(Records from a data source)
:::::

package main

import (
	"bytes"
	"strings"
	"testing"

	"n2pulse/kinetics/study"
)

// TestSensitivityTablesIssue16 (issue 16 case 5): design keys and uncertain physical constants
// are ranked in separate tables; a constant gets no advice to change it (before: "lower it"
// for levels.upper_quenching_nitrogen) and is printed in cm³/s (before: "0.01 fm³/s" for
// 1e-11 cm³/s).
func TestSensitivityTablesIssue16(t *testing.T) {
	t.Parallel()
	rows := []study.SensitivityRow{
		{Key: "circuit.charge_voltage", Value: 14e3, Unit: "V", Energy: 1.8, PeakPower: 1},
		{Key: "levels.upper_quenching_nitrogen", Value: 1e-17, Unit: "m³/s", Energy: -0.7, PeakPower: -0.3,
			Constant: study.PhysicalConstant("levels.upper_quenching_nitrogen")},
		{Key: "switch.spark_constant", Value: 10.1325, Unit: "Pa m² V⁻² s⁻¹", Energy: 0.2, PeakPower: 0.1,
			Constant: study.PhysicalConstant("switch.spark_constant")},
		{Key: "channel.width", Value: 3e-3, Unit: "m", Energy: -0.5, PeakPower: 0.1},
	}
	var b bytes.Buffer
	PrintSensitivity(&b, rows)
	out := b.String()
	design, constants, ok := strings.Cut(out, "uncertain physical constants")
	if !ok {
		t.Fatalf("no table of constants:\n%s", out)
	}
	for _, want := range []string{"circuit.charge_voltage", "raise it", "channel.width", "lower it"} {
		if !strings.Contains(design, want) {
			t.Errorf("design table lacks %q:\n%s", want, design)
		}
	}
	if strings.Contains(design, "levels.") || strings.Contains(constants, "raise it") || strings.Contains(constants, "lower it") {
		t.Errorf("a constant in the design table or with advice:\n%s", out)
	}
	// 1e-17 m³/s = 1e-11 cm³/s; 10.1325 Pa m² V⁻² s⁻¹ = 1 atm cm² V⁻² s⁻¹ (unit arithmetic).
	for _, want := range []string{"1e-11 cm³/s", "1 atm cm² V⁻² s⁻¹"} {
		if !strings.Contains(constants, want) {
			t.Errorf("constants table lacks %q:\n%s", want, constants)
		}
	}
}
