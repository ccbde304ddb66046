package main

import (
	"bytes"
	"fmt"
	"os"
	"path/filepath"
	"strings"
	"testing"

	"n2pulse/kinetics"
	"n2pulse/kinetics/design"
)

// TestRunSummaryGainLabels (issue 16 case 5): the summary names both gains. Before, "peak
// gain 1.24 cm⁻¹ (gain × length 21.4)" on a 25 cm channel mixed the cell's peak with the
// channel mean's gain-length. Now the mid-channel cell's peak gain is printed with its own
// product with the length and the channel-mean gain with the gain-length gL; on the example
// (20 cm) the two products differ by more than a factor 2 (cell 2.56 cm⁻¹ × 20 cm = 51.2
// against gL 21.3 when the test was written), so a mix-up cannot pass.
func TestRunSummaryGainLabels(t *testing.T) {
	t.Parallel()
	d := design.ExampleDesign()
	r, err := kinetics.Run(d, &kinetics.RunSettings{Light: true})
	if err != nil {
		t.Fatal(err)
	}
	s, l := r.Summary, d.Channel.Length
	if s.PeakGain*l < 2*s.GainLength {
		t.Fatalf("cell peak × length %.3g not above 2 × gL %.3g: the test cannot tell them apart", s.PeakGain*l, s.GainLength)
	}
	var out, errb bytes.Buffer
	if code := run([]string{"run"}, &out, &errb); code != 0 {
		t.Fatalf("run: exit %d: %s", code, errb.String())
	}
	for _, want := range []string{
		fmt.Sprintf("peak gain (mid-channel cell) %.3g cm⁻¹ (× channel length: %.3g)", s.PeakGain/100, s.PeakGain*l),
		fmt.Sprintf("channel-mean gain, peak      %.3g cm⁻¹ (gain-length gL = ∫g dz: %.3g)", s.GainLength/l/100, s.GainLength),
	} {
		if !strings.Contains(out.String(), want) {
			t.Errorf("summary lacks %q:\n%s", want, out.String())
		}
	}
}

// TestRunMemoryLimitFlag (issue 11 item 1): `run --memory-limit` refuses a design above it
// (exit 1, the keys named) and rejects a size it cannot read (exit 2).
func TestRunMemoryLimitFlag(t *testing.T) {
	t.Parallel()
	var out, errb bytes.Buffer
	code := run([]string{"run", "--memory-limit", "100 MB", "--set", "channel.length=1 mm", "--set", "numerics.end_time=10 us"}, &out, &errb)
	if code != 1 || !strings.Contains(errb.String(), "numerics.end_time") || !strings.Contains(errb.String(), "memory") {
		t.Errorf("exit %d, stderr %q: want 1 and the memory limit explained", code, errb.String())
	}
	errb.Reset()
	if code := run([]string{"run", "--memory-limit", "lots"}, &out, &errb); code != 2 {
		t.Errorf("--memory-limit lots: exit %d, want 2 (%s)", code, errb.String())
	}
}

// TestSweepMemoryLimitFlag (issue 11 item 1): `sweep --memory-limit` shares the limit among the
// workers; a point above its share is a failed row naming the memory, and the sweep finishes
// (before, such a point killed the process on every --resume).
func TestSweepMemoryLimitFlag(t *testing.T) {
	t.Parallel()
	dir := t.TempDir()
	var out, errb bytes.Buffer
	code := run([]string{"sweep", "--set", "channel.length=1 cm", "--vary", "numerics.end_time=30ns:10us:2",
		"--memory-limit", "1 GB", "--workers", "2", "--out", dir, "--quiet"}, &out, &errb)
	if code != 0 {
		t.Fatalf("sweep: exit %d: %s", code, errb.String())
	}
	b, err := os.ReadFile(filepath.Join(dir, "results.csv"))
	if err != nil {
		t.Fatal(err)
	}
	lines := strings.Split(strings.TrimSpace(string(b)), "\n")
	if len(lines) != 3 || !strings.HasSuffix(lines[1], ",ok") || !strings.Contains(lines[2], "failed: ") ||
		!strings.Contains(lines[2], "memory") || !strings.Contains(lines[2], "477 MiB") {
		t.Errorf("results.csv:\n%s\nwant the 30 ns point ok and the 10 µs point failed on its 477 MiB share (1 GB / 2)", b)
	}
}

// length --memory-limit shares the limit among the workers as sweep does: at 10 µs the 1 cm
// and 15.5 cm channels (10.7 GiB and 708 MiB by the estimate) fail on their 477 MiB share
// (1 GB / 2), the 30 cm one runs, and the scan finishes; messages carry no package prefix.
func TestLengthMemoryLimitFlag(t *testing.T) {
	t.Parallel()
	var out, errb bytes.Buffer
	code := run([]string{"length", "--set", "numerics.end_time=10 us", "--from", "1 cm", "--to", "30 cm",
		"--points", "3", "--memory-limit", "1 GB", "--workers", "2"}, &out, &errb)
	if code != 0 {
		t.Fatalf("length: exit %d: %s", code, errb.String())
	}
	text := out.String() + errb.String()
	if n := strings.Count(text, "failed: the run needs about"); n != 2 || !strings.Contains(text, "477 MiB") {
		t.Errorf("want the 1 cm and 15.5 cm lengths failed on their 477 MiB share, got %d failures:\n%s", n, text)
	}
	if strings.Contains(text, "kinetics:") {
		t.Errorf("a package prefix reached the user:\n%s", text)
	}
}
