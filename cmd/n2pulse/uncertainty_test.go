package main

import (
	"bytes"
	"encoding/json"
	"strings"
	"testing"
)

// TestRunUncertainty runs `run --uncertainty 10` on the example design with few cells: the band
// table lists the four headline figures with their drivers, and the same seed prints the same
// table; with --json the block "uncertainty" carries the bands as <figure>_p05/_p50/_p95 in
// order and the drivers; a sample count below 10 is a usage error (exit code 2).
func TestRunUncertainty(t *testing.T) {
	t.Parallel()
	args := []string{"run", "../../data/designs/example.toml", "--set", "numerics.cells=20", "--uncertainty", "10", "--seed", "4"}
	var out1, out2, errb bytes.Buffer
	if code := run(args, &out1, &errb); code != 0 {
		t.Fatalf("exit %d: %s", code, errb.String())
	}
	_, table, ok := strings.Cut(out1.String(), "\nuncertainty: 10 samples")
	if !ok {
		t.Fatalf("no uncertainty section in:\n%s", out1.String())
	}
	for _, want := range []string{"seed 4", "pulse energy, output end", "pulse energy, both ends", "peak power, output end", "FWHM", "upper_quenching_nitrogen", "samples reach the lasing threshold"} {
		if !strings.Contains(table, want) {
			t.Errorf("uncertainty section lacks %q:\n%s", want, table)
		}
	}
	if code := run(args, &out2, &errb); code != 0 || out2.String() != out1.String() {
		t.Errorf("second run with the same seed: exit %d, output differs: %v", code, out2.String() != out1.String())
	}
	var js, e bytes.Buffer
	if code := run(append(args, "--json"), &js, &e); code != 0 {
		t.Fatalf("--json: exit %d: %s", code, e.String())
	}
	var got struct {
		Energy      float64 `json:"energy_total_J"`
		Uncertainty struct {
			Samples int                          `json:"samples"`
			P05     float64                      `json:"energy_total_J_p05"`
			P50     float64                      `json:"energy_total_J_p50"`
			P95     float64                      `json:"energy_total_J_p95"`
			Drivers map[string][]json.RawMessage `json:"drivers"`
		} `json:"uncertainty"`
	}
	if err := json.Unmarshal(js.Bytes(), &got); err != nil {
		t.Fatal(err)
	}
	u := got.Uncertainty
	if u.Samples != 10 || !(u.P05 > 0 && u.P05 <= u.P50 && u.P50 <= u.P95) || len(u.Drivers["energy_total_J"]) == 0 {
		t.Errorf("--json uncertainty block %+v; want 10 samples, 0 < p05 ≤ p50 ≤ p95 and drivers", u)
	}
	for _, bad := range [][]string{
		{"run", "../../data/designs/example.toml", "--uncertainty", "5"},
		{"run", "../../data/designs/example.toml", "--uncertainty", "100001"},
	} {
		var o, e bytes.Buffer
		if code := run(bad, &o, &e); code != 2 || !strings.Contains(e.String(), "--uncertainty") {
			t.Errorf("%v: exit %d, message %q; want 2 naming --uncertainty", bad, code, e.String())
		}
	}
}
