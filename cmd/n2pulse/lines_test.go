package main

import (
	"bytes"
	"encoding/json"
	"math"
	"os"
	"path/filepath"
	"strings"
	"testing"
)

func TestLinesJSON(t *testing.T) {
	t.Parallel()
	var out, errb bytes.Buffer
	if code := run([]string{"lines", "--json", "--pressure", "40 Torr", "--temperature", "300 K"}, &out, &errb); code != 0 {
		t.Fatalf("exit %d: %s", code, errb.String())
	}
	var got struct {
		Bands []map[string]float64 `json:"bands"`
		Tau   float64              `json:"lifetime_C0_s"`
	}
	if err := json.Unmarshal(out.Bytes(), &got); err != nil {
		t.Fatal(err)
	}
	if len(got.Bands) != 25 {
		t.Fatalf("%d bands, want 25 (v′, v″ ≤ 4)", len(got.Bands))
	}
	for _, k := range []string{"v_upper", "v_lower", "origin_air_nm", "head_air_nm", "head_vacuum_nm", "fcf", "einstein_A_s"} {
		if _, ok := got.Bands[0][k]; !ok {
			t.Errorf("band JSON lacks key %q", k)
		}
	}
	// (0,0) head in air: Pearse & Gaydon 337.13 nm (from memory, physics-data.md §1d), ±0.05 nm
	if h := got.Bands[0]["head_air_nm"]; math.Abs(h-337.13) > 0.05 {
		t.Errorf("(0,0) head %.3f nm", h)
	}
	if got.Tau < 30e-9 || got.Tau > 50e-9 {
		t.Errorf("lifetime %g s", got.Tau)
	}
}

func TestLinesTableAndPlot(t *testing.T) {
	t.Parallel()
	dir := t.TempDir()
	fig := filepath.Join(dir, "band.svg")
	var out, errb bytes.Buffer
	if code := run([]string{"lines", "--plot", fig}, &out, &errb); code != 0 {
		t.Fatalf("exit %d: %s", code, errb.String())
	}
	if !strings.Contains(out.String(), "P(8)") || !strings.Contains(out.String(), "head air") {
		t.Errorf("table output:\n%s", out.String())
	}
	if st, err := os.Stat(fig); err != nil || st.Size() < 1000 {
		t.Errorf("figure %s: %v", fig, err)
	}
}

func TestLinesBadInput(t *testing.T) {
	t.Parallel()
	for _, args := range [][]string{
		{"lines", "--pressure", "40 K"},
		{"lines", "--temperature", "-5 K"},
		{"lines", "--pressure", "1e9 atm"},
		{"lines", "extra"},
	} {
		var out, errb bytes.Buffer
		if code := run(args, &out, &errb); code != 2 {
			t.Errorf("%q: exit %d, want 2 (%s)", args, code, errb.String())
		}
	}
}
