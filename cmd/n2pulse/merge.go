package main

import (
	"errors"
	"fmt"
	"io"
	"os"
	"path/filepath"

	"n2pulse/internal/atomicfile"
	"n2pulse/kinetics/study"
)

func init() {
	register(command{
		name:    "merge",
		summary: "join the shard directories of a sweep into one results.csv and draw its figures",
		run:     runMerge,
	})
}

func runMerge(args []string, stdout, stderr io.Writer) error {
	fs := newFlags("merge", "DIR… [--out DIR] [--force] [--metric NAME …]", stderr)
	out := fs.String("out", "merged", "directory for the merged results.csv, sweep.json and figures")
	metrics := fs.StringSlice("metric", nil, "figures of merit to draw (default as for sweep)")
	force := fs.Bool("force", false, "write into an --out directory that is not empty (it is never allowed to be one of the shards)")
	asJSON := fs.Bool("json", false, "print the optimum of each metric as JSON on stdout instead of a table")
	if help, err := parseFlags(fs, args); help || err != nil {
		return err
	}
	if fs.NArg() == 0 {
		return usagef("merge: name the shard directories, e.g. n2pulse merge shards/*")
	}
	if err := checkMetrics(*metrics); err != nil {
		return err
	}
	if err := checkMergeOut(*out, fs.Args(), *force); err != nil {
		return err
	}
	tab, m, err := study.Merge(fs.Args())
	if err != nil {
		return err
	}
	if err := os.MkdirAll(*out, 0o755); err != nil {
		return fmt.Errorf("merge: %w", err)
	}
	if _, err := atomicfile.RemoveLeftovers(*out); err != nil {
		return fmt.Errorf("merge: %w", err)
	}
	if err := m.Write(filepath.Join(*out, study.ManifestFile)); err != nil {
		return err
	}
	if err := tab.WriteCSV(filepath.Join(*out, study.ResultsFile)); err != nil {
		return err
	}
	fmt.Fprintf(stderr, "merged %d shard directories: %s\n", fs.NArg(), tableCounts(tab))
	return reportSweep(stdout, tab, m.Axes, *metrics, *out, *asJSON, m.DesignName, m.Design, sweepBands{m.Samples, m.Seed, m.Held})
}

// checkMergeOut refuses an output directory that is one of the shard directories (the shard
// would become the whole sweep, and a requeued shard would then refuse to resume) and,
// without force, one that already holds files (an earlier merge or another sweep).
func checkMergeOut(out string, shards []string, force bool) error {
	st, err := os.Stat(out)
	if errors.Is(err, os.ErrNotExist) {
		return nil
	}
	if err != nil {
		return fmt.Errorf("merge: --out %s: %w", out, err)
	}
	if !st.IsDir() {
		return fmt.Errorf("merge: --out %s is a file, not a directory", out)
	}
	for _, d := range shards {
		if ds, err := os.Stat(d); err == nil && os.SameFile(st, ds) {
			return fmt.Errorf("merge: --out %s is the shard directory %s; merge into a directory of its own", out, d)
		}
	}
	entries, err := os.ReadDir(out)
	if err != nil {
		return fmt.Errorf("merge: --out %s: %w", out, err)
	}
	if len(entries) > 0 && !force {
		return fmt.Errorf("merge: --out %s is not empty (%d entries, e.g. %s); choose another directory or pass --force to write over it", out, len(entries), entries[0].Name())
	}
	return nil
}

:::::

● WORK TASK: Using the records above, restate word for word the lines from the one with "20 cm = 51.2" through the one with "gain (mid-channel cell)", both included.

● SOLVED EXERCISE:
// (20 cm) the two products differ by more than a factor 2 (cell 2.56 cm⁻¹ × 20 cm = 51.2
// against gL 21.3 when the test was written), so a mix-up cannot pass.
func TestRunSummaryGainLabels(t *testing.T) {
	t.Parallel()
	d := design.ExampleDesign()
	r, err := kinetics.Run(d, &kinetics.RunSettings{Light: true})
	if err != nil {
		t.Fatal(err)
	}
	s, l := r.Summary, d.Channel.Length
	if s.PeakGain*l < 2*s.GainLength {
		t.Fatalf("cell peak × length %.3g not above 2 × gL %.3g: the test cannot tell them apart", s.PeakGain*l, s.GainLength)
	}
	var out, errb bytes.Buffer
	if code := run([]string{"run"}, &out, &errb); code != 0 {
		t.Fatalf("run: exit %d: %s", code, errb.String())
	}
	for _, want := range []string{
		fmt.Sprintf("peak gain (mid-channel cell) %.3g cm⁻¹ (× channel length: %.3g)", s.PeakGain/100, s.PeakGain*l),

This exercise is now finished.